─── Records for this exercise
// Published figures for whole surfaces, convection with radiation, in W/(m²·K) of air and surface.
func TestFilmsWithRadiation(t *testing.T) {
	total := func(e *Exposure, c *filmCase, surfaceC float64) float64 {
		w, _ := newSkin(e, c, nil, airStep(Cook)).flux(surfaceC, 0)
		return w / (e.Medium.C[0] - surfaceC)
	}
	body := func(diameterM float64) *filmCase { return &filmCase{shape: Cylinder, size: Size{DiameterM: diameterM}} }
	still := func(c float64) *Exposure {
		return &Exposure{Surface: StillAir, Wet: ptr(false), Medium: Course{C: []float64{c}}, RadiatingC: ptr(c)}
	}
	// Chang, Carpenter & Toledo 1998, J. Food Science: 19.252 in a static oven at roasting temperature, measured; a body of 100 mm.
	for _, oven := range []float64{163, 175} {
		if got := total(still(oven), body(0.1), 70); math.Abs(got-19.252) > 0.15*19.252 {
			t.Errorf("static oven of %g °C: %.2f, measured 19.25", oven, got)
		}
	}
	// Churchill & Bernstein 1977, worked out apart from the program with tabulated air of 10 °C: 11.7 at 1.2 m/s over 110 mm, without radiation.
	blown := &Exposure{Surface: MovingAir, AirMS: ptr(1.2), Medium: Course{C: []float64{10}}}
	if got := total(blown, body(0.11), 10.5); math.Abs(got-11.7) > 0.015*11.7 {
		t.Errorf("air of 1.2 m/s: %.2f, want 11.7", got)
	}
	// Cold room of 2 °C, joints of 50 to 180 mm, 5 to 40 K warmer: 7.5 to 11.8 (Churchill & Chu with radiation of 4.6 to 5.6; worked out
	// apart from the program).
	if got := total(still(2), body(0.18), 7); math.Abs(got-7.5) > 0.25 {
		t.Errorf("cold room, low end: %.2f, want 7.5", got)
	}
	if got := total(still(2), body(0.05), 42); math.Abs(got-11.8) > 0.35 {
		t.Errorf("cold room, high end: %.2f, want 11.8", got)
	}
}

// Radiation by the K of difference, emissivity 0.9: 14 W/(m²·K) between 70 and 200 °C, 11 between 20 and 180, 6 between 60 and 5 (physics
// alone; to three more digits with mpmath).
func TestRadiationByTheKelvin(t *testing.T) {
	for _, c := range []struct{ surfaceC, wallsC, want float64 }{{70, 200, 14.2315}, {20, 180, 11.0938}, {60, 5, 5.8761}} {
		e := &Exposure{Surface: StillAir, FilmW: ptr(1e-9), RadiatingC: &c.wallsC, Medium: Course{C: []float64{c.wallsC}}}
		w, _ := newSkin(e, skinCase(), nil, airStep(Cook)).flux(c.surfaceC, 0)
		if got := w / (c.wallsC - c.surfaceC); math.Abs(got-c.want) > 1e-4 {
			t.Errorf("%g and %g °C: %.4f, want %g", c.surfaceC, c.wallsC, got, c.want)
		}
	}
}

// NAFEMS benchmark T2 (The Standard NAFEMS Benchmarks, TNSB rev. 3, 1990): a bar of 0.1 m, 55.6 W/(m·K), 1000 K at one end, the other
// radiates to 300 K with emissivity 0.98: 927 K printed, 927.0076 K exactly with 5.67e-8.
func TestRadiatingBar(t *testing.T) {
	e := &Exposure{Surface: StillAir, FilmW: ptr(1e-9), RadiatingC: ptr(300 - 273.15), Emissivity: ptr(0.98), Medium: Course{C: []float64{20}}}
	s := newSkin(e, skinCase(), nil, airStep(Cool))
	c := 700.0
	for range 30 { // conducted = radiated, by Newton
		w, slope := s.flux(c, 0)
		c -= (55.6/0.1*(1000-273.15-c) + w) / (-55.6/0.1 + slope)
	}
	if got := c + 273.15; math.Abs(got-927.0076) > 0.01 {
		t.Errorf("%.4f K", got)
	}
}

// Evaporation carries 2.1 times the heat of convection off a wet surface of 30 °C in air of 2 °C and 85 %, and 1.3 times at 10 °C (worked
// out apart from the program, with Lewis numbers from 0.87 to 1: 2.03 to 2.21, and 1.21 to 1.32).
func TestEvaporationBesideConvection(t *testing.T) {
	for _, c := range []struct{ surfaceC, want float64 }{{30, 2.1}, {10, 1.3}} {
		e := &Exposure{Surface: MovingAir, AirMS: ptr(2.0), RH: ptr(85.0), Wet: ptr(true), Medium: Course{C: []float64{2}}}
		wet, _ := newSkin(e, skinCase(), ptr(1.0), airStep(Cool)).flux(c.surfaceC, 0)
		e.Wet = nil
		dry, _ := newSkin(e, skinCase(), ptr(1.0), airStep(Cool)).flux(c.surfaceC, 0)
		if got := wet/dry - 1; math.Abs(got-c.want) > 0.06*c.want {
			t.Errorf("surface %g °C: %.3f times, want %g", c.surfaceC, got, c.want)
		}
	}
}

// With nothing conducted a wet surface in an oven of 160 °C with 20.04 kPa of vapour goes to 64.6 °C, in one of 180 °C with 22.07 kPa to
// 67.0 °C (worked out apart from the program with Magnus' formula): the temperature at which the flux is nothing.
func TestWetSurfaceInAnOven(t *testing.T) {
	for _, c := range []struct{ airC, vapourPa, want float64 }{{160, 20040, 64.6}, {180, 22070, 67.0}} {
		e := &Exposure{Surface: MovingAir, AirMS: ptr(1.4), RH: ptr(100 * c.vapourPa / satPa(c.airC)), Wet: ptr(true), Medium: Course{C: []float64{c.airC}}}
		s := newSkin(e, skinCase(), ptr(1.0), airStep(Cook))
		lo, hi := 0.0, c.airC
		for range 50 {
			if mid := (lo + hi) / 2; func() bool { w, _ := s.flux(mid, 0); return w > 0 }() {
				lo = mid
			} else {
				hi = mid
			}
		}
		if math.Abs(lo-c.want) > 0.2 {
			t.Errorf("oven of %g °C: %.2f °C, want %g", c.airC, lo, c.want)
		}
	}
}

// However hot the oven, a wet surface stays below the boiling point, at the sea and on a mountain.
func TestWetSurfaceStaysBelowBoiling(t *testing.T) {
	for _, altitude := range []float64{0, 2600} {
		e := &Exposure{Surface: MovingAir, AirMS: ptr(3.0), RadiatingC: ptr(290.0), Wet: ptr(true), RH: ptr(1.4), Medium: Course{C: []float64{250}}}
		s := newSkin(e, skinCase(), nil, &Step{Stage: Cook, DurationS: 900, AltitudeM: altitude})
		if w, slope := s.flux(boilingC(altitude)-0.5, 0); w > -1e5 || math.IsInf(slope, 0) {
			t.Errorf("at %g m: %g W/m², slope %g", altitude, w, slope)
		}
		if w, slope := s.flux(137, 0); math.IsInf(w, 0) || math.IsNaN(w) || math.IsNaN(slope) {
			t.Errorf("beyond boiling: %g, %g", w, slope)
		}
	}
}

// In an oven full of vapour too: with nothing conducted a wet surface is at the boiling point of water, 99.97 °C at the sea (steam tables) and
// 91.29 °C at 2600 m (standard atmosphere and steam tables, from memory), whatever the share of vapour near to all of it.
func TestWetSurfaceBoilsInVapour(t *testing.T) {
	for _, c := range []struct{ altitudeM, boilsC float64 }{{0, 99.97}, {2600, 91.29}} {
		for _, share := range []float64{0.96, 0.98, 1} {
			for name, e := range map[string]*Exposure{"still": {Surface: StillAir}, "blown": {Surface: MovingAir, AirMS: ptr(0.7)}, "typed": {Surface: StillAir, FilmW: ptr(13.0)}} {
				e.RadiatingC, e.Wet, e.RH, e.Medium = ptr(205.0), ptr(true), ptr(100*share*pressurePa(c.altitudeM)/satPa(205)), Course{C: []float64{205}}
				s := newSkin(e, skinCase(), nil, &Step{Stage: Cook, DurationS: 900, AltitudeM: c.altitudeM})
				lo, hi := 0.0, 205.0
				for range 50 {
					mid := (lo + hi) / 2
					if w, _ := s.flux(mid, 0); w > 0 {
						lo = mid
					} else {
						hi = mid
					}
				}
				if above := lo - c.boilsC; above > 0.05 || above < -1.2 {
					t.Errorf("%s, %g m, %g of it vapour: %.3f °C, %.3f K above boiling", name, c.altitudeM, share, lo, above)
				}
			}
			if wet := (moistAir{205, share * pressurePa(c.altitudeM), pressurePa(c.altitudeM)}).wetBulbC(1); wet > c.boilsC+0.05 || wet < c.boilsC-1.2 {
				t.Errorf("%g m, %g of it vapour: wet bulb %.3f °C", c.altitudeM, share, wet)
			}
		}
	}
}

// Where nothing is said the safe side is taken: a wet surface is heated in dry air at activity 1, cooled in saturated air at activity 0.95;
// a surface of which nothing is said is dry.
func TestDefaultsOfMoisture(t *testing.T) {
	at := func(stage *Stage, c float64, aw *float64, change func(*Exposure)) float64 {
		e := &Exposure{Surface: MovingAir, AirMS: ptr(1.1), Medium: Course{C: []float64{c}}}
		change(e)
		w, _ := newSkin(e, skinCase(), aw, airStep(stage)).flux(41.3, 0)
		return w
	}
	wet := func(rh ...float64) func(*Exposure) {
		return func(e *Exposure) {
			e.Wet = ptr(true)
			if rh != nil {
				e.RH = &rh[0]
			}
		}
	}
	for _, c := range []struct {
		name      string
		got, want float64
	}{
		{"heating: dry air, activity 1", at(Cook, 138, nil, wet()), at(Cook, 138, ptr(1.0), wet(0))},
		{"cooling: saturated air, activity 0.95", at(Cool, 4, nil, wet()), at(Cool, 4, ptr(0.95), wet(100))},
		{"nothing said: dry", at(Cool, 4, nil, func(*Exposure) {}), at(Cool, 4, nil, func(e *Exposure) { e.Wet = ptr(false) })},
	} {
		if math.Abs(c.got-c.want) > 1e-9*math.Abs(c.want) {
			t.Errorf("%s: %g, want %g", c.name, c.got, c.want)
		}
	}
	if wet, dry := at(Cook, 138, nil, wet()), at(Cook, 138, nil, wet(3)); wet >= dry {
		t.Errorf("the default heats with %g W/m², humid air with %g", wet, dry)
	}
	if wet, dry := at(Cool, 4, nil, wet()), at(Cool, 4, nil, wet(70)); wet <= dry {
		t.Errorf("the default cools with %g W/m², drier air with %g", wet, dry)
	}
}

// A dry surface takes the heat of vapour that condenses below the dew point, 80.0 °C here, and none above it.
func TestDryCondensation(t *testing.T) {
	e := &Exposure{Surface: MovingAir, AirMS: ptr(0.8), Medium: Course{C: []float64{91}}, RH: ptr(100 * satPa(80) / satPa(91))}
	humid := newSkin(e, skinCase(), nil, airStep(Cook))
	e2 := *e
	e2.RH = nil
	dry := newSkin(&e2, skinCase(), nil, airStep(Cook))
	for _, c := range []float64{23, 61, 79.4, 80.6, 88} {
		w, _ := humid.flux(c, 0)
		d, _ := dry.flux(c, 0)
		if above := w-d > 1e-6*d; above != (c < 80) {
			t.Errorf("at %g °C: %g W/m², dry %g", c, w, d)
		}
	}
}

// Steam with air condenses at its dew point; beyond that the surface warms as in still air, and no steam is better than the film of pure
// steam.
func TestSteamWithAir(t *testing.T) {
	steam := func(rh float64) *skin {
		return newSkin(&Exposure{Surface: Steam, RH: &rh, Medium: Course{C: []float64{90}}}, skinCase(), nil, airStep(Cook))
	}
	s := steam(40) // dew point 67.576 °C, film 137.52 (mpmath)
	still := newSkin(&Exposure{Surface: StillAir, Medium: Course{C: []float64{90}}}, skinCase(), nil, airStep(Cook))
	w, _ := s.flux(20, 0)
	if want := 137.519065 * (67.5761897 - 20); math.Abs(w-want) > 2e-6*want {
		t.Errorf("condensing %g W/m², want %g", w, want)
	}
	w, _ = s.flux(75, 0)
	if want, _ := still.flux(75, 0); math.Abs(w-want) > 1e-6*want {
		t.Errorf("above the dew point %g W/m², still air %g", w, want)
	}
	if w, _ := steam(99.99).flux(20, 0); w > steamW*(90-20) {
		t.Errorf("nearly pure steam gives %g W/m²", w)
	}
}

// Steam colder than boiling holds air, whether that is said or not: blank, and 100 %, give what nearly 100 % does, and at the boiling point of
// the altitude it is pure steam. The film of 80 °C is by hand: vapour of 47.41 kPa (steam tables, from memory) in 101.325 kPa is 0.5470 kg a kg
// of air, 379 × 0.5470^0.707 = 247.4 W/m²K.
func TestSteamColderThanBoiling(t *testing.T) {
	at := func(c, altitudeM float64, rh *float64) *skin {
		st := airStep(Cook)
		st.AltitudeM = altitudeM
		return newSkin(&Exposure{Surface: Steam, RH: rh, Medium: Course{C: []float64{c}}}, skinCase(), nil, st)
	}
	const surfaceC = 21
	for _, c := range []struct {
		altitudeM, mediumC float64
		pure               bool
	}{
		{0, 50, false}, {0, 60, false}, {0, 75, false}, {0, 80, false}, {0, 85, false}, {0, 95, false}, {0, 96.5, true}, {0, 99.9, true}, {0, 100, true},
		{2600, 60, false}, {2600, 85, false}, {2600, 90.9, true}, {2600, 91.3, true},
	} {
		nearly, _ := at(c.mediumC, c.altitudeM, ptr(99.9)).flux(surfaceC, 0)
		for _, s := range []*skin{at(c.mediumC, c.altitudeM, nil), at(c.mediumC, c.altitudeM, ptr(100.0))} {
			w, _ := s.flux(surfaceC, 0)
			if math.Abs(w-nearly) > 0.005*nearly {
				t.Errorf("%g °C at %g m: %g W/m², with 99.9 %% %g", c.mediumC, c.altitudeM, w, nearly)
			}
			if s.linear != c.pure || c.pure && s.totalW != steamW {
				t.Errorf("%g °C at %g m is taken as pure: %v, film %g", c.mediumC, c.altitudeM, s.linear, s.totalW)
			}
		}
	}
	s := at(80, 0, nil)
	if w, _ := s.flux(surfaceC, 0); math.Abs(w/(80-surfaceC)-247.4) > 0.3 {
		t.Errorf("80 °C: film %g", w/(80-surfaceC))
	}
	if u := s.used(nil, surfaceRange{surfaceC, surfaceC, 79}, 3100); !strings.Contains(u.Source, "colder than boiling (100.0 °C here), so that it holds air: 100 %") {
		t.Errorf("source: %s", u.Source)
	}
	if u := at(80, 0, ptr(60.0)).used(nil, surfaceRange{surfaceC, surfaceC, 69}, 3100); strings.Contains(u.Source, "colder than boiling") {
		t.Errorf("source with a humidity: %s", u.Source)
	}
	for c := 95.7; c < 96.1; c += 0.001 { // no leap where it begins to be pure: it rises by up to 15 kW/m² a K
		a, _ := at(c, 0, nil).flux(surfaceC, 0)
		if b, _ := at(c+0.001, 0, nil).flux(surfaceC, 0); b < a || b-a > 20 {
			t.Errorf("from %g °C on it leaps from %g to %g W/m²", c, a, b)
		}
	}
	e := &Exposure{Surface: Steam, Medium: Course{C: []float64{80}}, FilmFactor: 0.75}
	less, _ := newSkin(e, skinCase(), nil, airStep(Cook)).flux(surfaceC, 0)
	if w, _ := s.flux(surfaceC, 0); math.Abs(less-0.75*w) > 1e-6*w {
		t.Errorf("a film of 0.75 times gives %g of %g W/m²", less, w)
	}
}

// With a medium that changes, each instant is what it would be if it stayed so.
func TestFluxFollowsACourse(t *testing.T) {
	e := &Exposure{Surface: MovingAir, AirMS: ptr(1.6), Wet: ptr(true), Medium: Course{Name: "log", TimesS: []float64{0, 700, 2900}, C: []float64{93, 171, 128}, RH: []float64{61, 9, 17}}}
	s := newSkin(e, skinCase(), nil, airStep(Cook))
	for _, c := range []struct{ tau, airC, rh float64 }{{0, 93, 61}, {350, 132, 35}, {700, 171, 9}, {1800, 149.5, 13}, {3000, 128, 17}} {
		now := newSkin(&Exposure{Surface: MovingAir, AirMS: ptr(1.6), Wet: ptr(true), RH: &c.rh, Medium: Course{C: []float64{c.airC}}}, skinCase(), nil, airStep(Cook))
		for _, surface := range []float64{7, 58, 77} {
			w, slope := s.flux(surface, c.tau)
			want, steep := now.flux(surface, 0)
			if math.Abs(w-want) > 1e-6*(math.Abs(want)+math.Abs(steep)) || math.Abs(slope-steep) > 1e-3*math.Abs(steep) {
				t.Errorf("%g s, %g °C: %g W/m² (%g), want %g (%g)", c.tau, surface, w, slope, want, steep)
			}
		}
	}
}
──────
→ **Task to carry out**:
For the word "mediumC", find all matching lines in the entries above and copy them out.

→ **Response for this exercise**:
		altitudeM, mediumC float64
		nearly, _ := at(c.mediumC, c.altitudeM, ptr(99.9)).flux(surfaceC, 0)
		for _, s := range []*skin{at(c.mediumC, c.altitudeM, nil), at(c.mediumC, c.altitudeM, ptr(100.0))} {
				t.Errorf("%g °C at %g m: %g W/m², with 99.9 %% %g", c.mediumC, c.altitudeM, w, nearly)
				t.Errorf("%g °C at %g m is taken as pure: %v, film %g", c.mediumC, c.altitudeM, s.linear, s.totalW)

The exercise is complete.